Exercise:
Lines from the top of the entries through the line that has "repository 3b9cce71ed267353" must be duplicated exactly, and no others.

*** Given data Section Begins ***

// A model that branches on its number type. With double it compiles (the control); with Interval it must not.
#include <ceres/jet.h>

#include "models/interval.hpp"
#include "models/jet_interval.hpp"

namespace stillshed {

template <class S>
S larger_fraction(const S& x) {
  if (x > 0.5) {
    return x;
  }
  return 1.0 - x;
}

template STILLSHED_NUMBER larger_fraction<STILLSHED_NUMBER>(const STILLSHED_NUMBER&);

}  // namespace stillshed
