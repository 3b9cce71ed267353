"""The manifest of a run folder: SHA-256 and size of every file in it."""

import hashlib
import json
from collections.abc import Mapping
from pathlib import Path

FILE = "manifest.json"


def sha256(path: Path) -> str:
    """The file's SHA-256, in hexadecimal, read in pieces."""
    with path.open("rb") as file:
        return hashlib.file_digest(file, "sha256").hexdigest()


def write(folder: Path, about: Mapping[str, str]) -> None:
    """Write the manifest of what is in the folder now, itself left out; ``about`` heads it."""
    files = {
        path.relative_to(folder).as_posix(): {
            "sha256": sha256(path),
            "bytes": path.stat().st_size,
        }
        for path in sorted(folder.rglob("*"))
        if path.is_file() and path.name != FILE
    }
    content = {"format": 1, **about, "files": files}
    (folder / FILE).write_text(json.dumps(content, indent=1, ensure_ascii=False) + "\n", "utf-8")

*** Given data Section Ends ***

Exercise result:
// A model that branches on its number type. With double it compiles (the control); with Interval it must not.
#include <ceres/jet.h>

#include "models/interval.hpp"
#include "models/jet_interval.hpp"

namespace stillshed {

template <class S>
S larger_fraction(const S& x) {
  if (x > 0.5) {
    return x;
  }
  return 1.0 - x;
}

template STILLSHED_NUMBER larger_fraction<STILLSHED_NUMBER>(const STILLSHED_NUMBER&);

}  // namespace stillshed
repository 3b9cce71ed267353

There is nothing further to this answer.